Projects

Using genetic knockouts in mice and synthetic small molecule activators we have shown that the LXRs play important roles in limiting the progression of cardiovascular disease and they can reverse established heart disease in animal models.

Treatment with synthetic LXR agonists promotes confromational changes in LXR that increase transcriptional activity. In vivo LXR agonist treatment results in a decrease in atherosclerosis measured by the amount of lipid (red stained material) in the aorta.
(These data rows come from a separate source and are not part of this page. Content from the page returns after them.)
def run_input(argv: list[str], out: Path) -> tuple[int, str, str, float]:
    stdout, stderr = io.StringIO(), io.StringIO()
    started = time.monotonic()
    with contextlib.redirect_stdout(stdout), contextlib.redirect_stderr(stderr):
        try:
            code = main(argv)
        except SystemExit as exc:  # argparse: usage errors exit 2, --help exits 0
            code = exc.code if isinstance(exc.code, int) else 2
    return code, stdout.getvalue(), stderr.getvalue(), time.monotonic() - started


LOG = os.environ.get("KINDYN_FUZZ_LOG")  # a file to append one line per input to (for a campaign)


def check(argv, code, out_text, err_text, seconds, out: Path) -> None:
    shown = " ".join(a if len(a) < 80 else a[:77] + "..." for a in argv)
    if LOG:
        last = (err_text.strip().splitlines() or [""])[-1]
        with open(LOG, "a", encoding="utf-8") as stream:
            stream.write(json.dumps({"code": code, "seconds": round(seconds, 2), "argv": shown[:400],
                                     "last": last[:300]}) + "\n")
    assert code in EXIT_CODES, f"exit code {code} for {shown}\n{err_text[-3000:]}"
    for text in (err_text, out_text):
        assert "Traceback (most recent call last)" not in text, f"traceback for {shown}\n{text[-5000:]}"
        assert "internal error" not in text, f"an exception escaped validation for {shown}\n{text[-3000:]}"
    assert seconds < SECONDS_PER_INPUT, f"{seconds:.1f} s for {shown}"
    assert not leftovers(out), leftovers(out)
    if code == 2 and err_text.startswith("kindyn "):
        errors = [line for line in err_text.splitlines() if ": error: " in line]
        assert len(errors) == 1 and len(errors[0]) < 5000, err_text[-3000:]


def quiet(command: str) -> list[str]:
    return [] if command == "flow" else ["--quiet"]  # kindyn flow prints no progress


def case_folder(tmp_path: Path) -> Path:
    folder = Path(tempfile.mkdtemp(dir=tmp_path))
    shutil.copy(CASES / "demo_flows.py", folder / "demo_flows.py")  # the callable case's module
    return folder


# ------------------------------------------------------------------------------ the fuzz tests

@FUZZ
@given(data=st.data())
def test_mutated_case_files(tmp_path, data):
    name = data.draw(st.sampled_from(SHIPPED), label="case")
    command = data.draw(st.sampled_from(commands_for(name)), label="command")
    parsed = tomllib.loads((CASES / name).read_text(encoding="utf-8"))
    nearly_valid = data.draw(st.integers(0, 2), label="profile") == 0  # one sane change, no raw edit
    if nearly_valid:
        mutations = [data.draw(mutation(parsed, sane_only=True), label="mutation")]
    else:
        mutations = data.draw(st.lists(mutation(parsed), min_size=1, max_size=3), label="mutations")
    touched = apply(parsed, mutations)
    try:
        text = toml_document(parsed)
    except TypeError:
        return
    edit = "none" if nearly_valid else data.draw(st.sampled_from(RAW_EDITS), label="raw edit")
    folder = case_folder(tmp_path)
    path = folder / "case.toml"
    path.write_bytes(raw_edit(text, edit, data.draw(st.floats(0, 1), label="where")))
    out = folder / "out"
    argv = [command, str(path), "--out", str(out), *quiet(command), *budget_overrides(command, parsed, touched)]
    if command == "ensemble":
        argv += ["--count", "2"]
    if command == "sweep":
        argv += ["--workers", "1", "--no-figure", "--set", 'sweep."magnetic.Rm"=[5]'] \
            if "sweep" not in touched and "sweep.magnetic.Rm" not in touched else ["--workers", "1", "--no-figure"]
    if data.draw(st.booleans(), label="json"):
        argv.append("--json")
    check(argv, *run_input(argv, out), out)


SET_KEYS = ["magnetic.Rm", "magnetic.eta", "magnetic.seed", "domain.grid", "domain.lengths", "numerics.threads",
            "run.cfl", "run.max_time", "flow.k", "flow.type", "modes.count", "modes.planar_grid", "output.name",
            'sweep."magnetic.Rm"', "sweep.refine_runs", "testfield.modes", "bogus.key", "magnetic", "a..b", "",
            '"quoted', "x" * 500, "\u2028.k", "flow.parameters.k"]
SET_RAW = ["1", "-1", "0", "1e-320", "1e308", "nan", "inf", "-inf", "1" * 5000, "1" * 100000, "[" * 2000,
           "[" * 50 + "]" * 50, "{a = " * 300 + "1" + "}" * 300, '"unterminated', "bare word", "", " ", "true",
           "[1, 2, 3]", "[100000, 100000, 100000]", "[16, 16, 2147483648]", '"a\\nb"', '"\\u2028"', "\u2028",
           "1979-05-27", "0x10", "1_000", "[nan]", "{start = 1, stop = 10, count = 1000000000}", "{}", "='='",
           "2**40", "1099511627776", "\x00", "'literal'", '"""multi\nline"""']


@FUZZ
@given(data=st.data())
def test_hostile_set_values(tmp_path, data):
    name = data.draw(st.sampled_from(["abc-first-window.toml", "modes-roberts-planar.toml",
                                      "testfield-abc-scale-dependence.toml", "user-formula-tidal-mixer.toml"]))
    command = commands_for(name)[0]
    sets = data.draw(st.lists(st.tuples(st.sampled_from(SET_KEYS),
                                        st.one_of(st.sampled_from(SET_RAW),
                                                  st.text(st.characters(exclude_categories=["Cs"]), max_size=30))),
                              min_size=1, max_size=3), label="--set")
    folder = case_folder(tmp_path)
    path = folder / name
    shutil.copy(CASES / name, path)
    out = folder / "out"
    touched = {key.strip('"').split(".")[0] for key, _ in sets} | {key for key, _ in sets}
    argv = [command, str(path), "--out", str(out), *quiet(command),
            *budget_overrides(command, tomllib.loads(path.read_text(encoding="utf-8")), touched)]
    for key, raw in sets:
        argv += ["--set", f"{key}={raw}" if data.draw(st.integers(0, 9), label="with =") else key]
    check(argv, *run_input(argv, out), out)


INT_TEXT = ["0", "-1", "1", "2", "3", "100000", "1" * 5000, "x", "", "1.5", "2**40", "1099511627776"]
SCHEDULERS = ["not-an-address", "tcp://", "tcp://127.0.0.1:0", "tcp://127.0.0.1:99999", "tcp://[::1]:x", "inproc://",
              "foo://h:1", "/nonexistent/scheduler.json", "missing.json", "", " ", "a b:1", "\u2028:1", "x" * 2000,
              "host:8786:1", "FOLDER", "NOT-JSON", "LIST-JSON", "BAD-ADDRESS-JSON", "/dev/null"]
GRIDS_TEXT = ["16", "16,24", "16,16", "0,8", "8x8x8,9x9x9", "8x8,9", "1" * 6000 + ",8", "a,b", "", "100000,200000",
              "16,24,32,48,64," * 100]


@FUZZ
@given(data=st.data())
def test_hostile_command_line_options(tmp_path, data):
    command = data.draw(st.sampled_from(["run", "ensemble", "flow", "modes", "testfield", "sweep"]), label="command")
    name = {"ensemble": "random-helical-ember-convection.toml", "modes": "modes-abc-onset.toml",
            "testfield": "testfield-abc-scale-dependence.toml", "sweep": "sweep-abc-rm.toml"}.get(
        command, "abc-first-window.toml")
    folder = case_folder(tmp_path)
    path = folder / name
    shutil.copy(CASES / name, path)
    (folder / "FOLDER").mkdir()
    (folder / "NOT-JSON").write_text("{not json")
    (folder / "LIST-JSON").write_text("[1]")
    (folder / "BAD-ADDRESS-JSON").write_text(json.dumps({"address": "nowhere"}))
    out = folder / "out"
    options = []
    if command in ("ensemble", "modes"):
        if command == "ensemble" or data.draw(st.booleans(), label="--count given"):
            options += ["--count", data.draw(st.sampled_from(INT_TEXT), label="--count")]
    if command == "sweep":
        for option, choices in (("--workers", INT_TEXT), ("--threads-per-run", INT_TEXT), ("--grids", GRIDS_TEXT),
                                ("--scheduler", SCHEDULERS)):
            if data.draw(st.integers(0, 2), label=f"{option} given") == 0:
                value = data.draw(st.sampled_from(choices), label=option)
                options += [option, str(folder / value) if value.isupper() and option == "--scheduler" else value]
        options += data.draw(st.sampled_from([[], ["--refine"], ["--no-figure"]]), label="flags")
    options += data.draw(st.sampled_from([[], ["--json"], ["--fresh"], ["--bogus"], ["extra-positional"],
                                          ["--set"], ["--out"]]), label="more")
    case = data.draw(st.sampled_from([str(path), str(path), str(path), str(folder / "missing.toml"), str(folder),
                                      "/dev/null", ""]), label="case path")
    budget = budget_overrides(command, tomllib.loads(path.read_text(encoding="utf-8")), set())
    if command == "sweep":
        budget += ["--set", 'sweep."magnetic.Rm"=[5]']
        if "--grids" in options:  # a resolution study runs one point per grid: keep them few and small
            i = options.index("--grids")
            if options[i + 1] not in ("16,24", "16,16") and "x" not in options[i + 1]:
                options[i + 1] = options[i + 1][:8000]
    argv = [command, case, "--out", str(out), *quiet(command), *budget, *options]
    if "--refine" in options:
        argv += ["--set", "sweep.refine_runs=1"]
    check(argv, *run_input(argv, out), out)


SUBPROCESS_INPUTS = [
    ("run", (CASES / "abc-first-window.toml").read_text(encoding="utf-8").replace(
        "grid = [24, 24, 24]", "grid = [100000, 100000, 100000]"), []),
    ("run", (CASES / "abc-first-window.toml").read_text(encoding="utf-8").replace(
        "seed = 7", "seed = " + "[" * 1000 + "]" * 1000), []),
    ("sweep", (CASES / "sweep-abc-rm.toml").read_text(encoding="utf-8"), ["--scheduler", "not-an-address"]),
    ("sweep", (CASES / "sweep-abc-rm.toml").read_text(encoding="utf-8"), ["--scheduler", "NOT-JSON"]),
]


@pytest.mark.parametrize("command,text,extra", SUBPROCESS_INPUTS, ids=["huge-grid", "deep", "address", "file"])
def test_hostile_inputs_in_a_real_process(tmp_path, command, text, extra):
    """The same checks on a real ``python -m kindyn`` process: what an interpreter prints at exit
    (objects finalised after an error, e.g. a half-made Dask client) counts too."""
    import subprocess
    import sys

    path = tmp_path / "case.toml"
    path.write_text(text, encoding="utf-8")
    (tmp_path / "NOT-JSON").write_text("{not json")
    extra = [str(tmp_path / a) if a.isupper() else a for a in extra]
    argv = [command, str(path), "--out", str(tmp_path / "out"), "--quiet", *extra]
    started = time.monotonic()
    result = subprocess.run([sys.executable, "-m", "kindyn", *argv], capture_output=True, text=True,
                            timeout=SECONDS_PER_INPUT, cwd=tmp_path)
    check(argv, result.returncode, result.stdout, result.stderr, time.monotonic() - started, tmp_path / "out")
    assert result.returncode == 2 and len(result.stderr.strip().splitlines()) == 1, result.stderr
Currently we are exploring links between fat/cholesterol metabolism and the inflammatory response that occurs in response to alterations in diet and to infectious agents. We have found that type I interferons induce expression of LXR and that LXR subsequently plays a role in shutting off the interferon response. Strikingly, LXR knockout mice appear to have a prolonged inflammatory response when infected with Flu virus. 

Interferon induces expression of LXR in macrophages. Macrophage LXR helps to shut off the inflammatory response and inhibit interferon signaling. 

We have developed a novel mouse model that allows reversible control of cholesterol of levels in the liver and in immune cells by driving expression of mutant version of LXR. These mice rapidly develop non-alcoholic steatohepatitis (NASH) when challenged with dietary cholesterol but disease progression can be inhibited by reactivation of LXR activity. We are currently using this model to understand the pathogenesis of NASH and other liver diseases.

Mutation of tryptophan (W) at position 441 of mouse LXR to phenylalanine (F) results in dramatic accumulation of cholesterol in the  livers of heterozygote (W/F) and homozygous W441F mice in mice fed a high cholesterol diet. Treatment with LXR agonist reverses the effect of diet.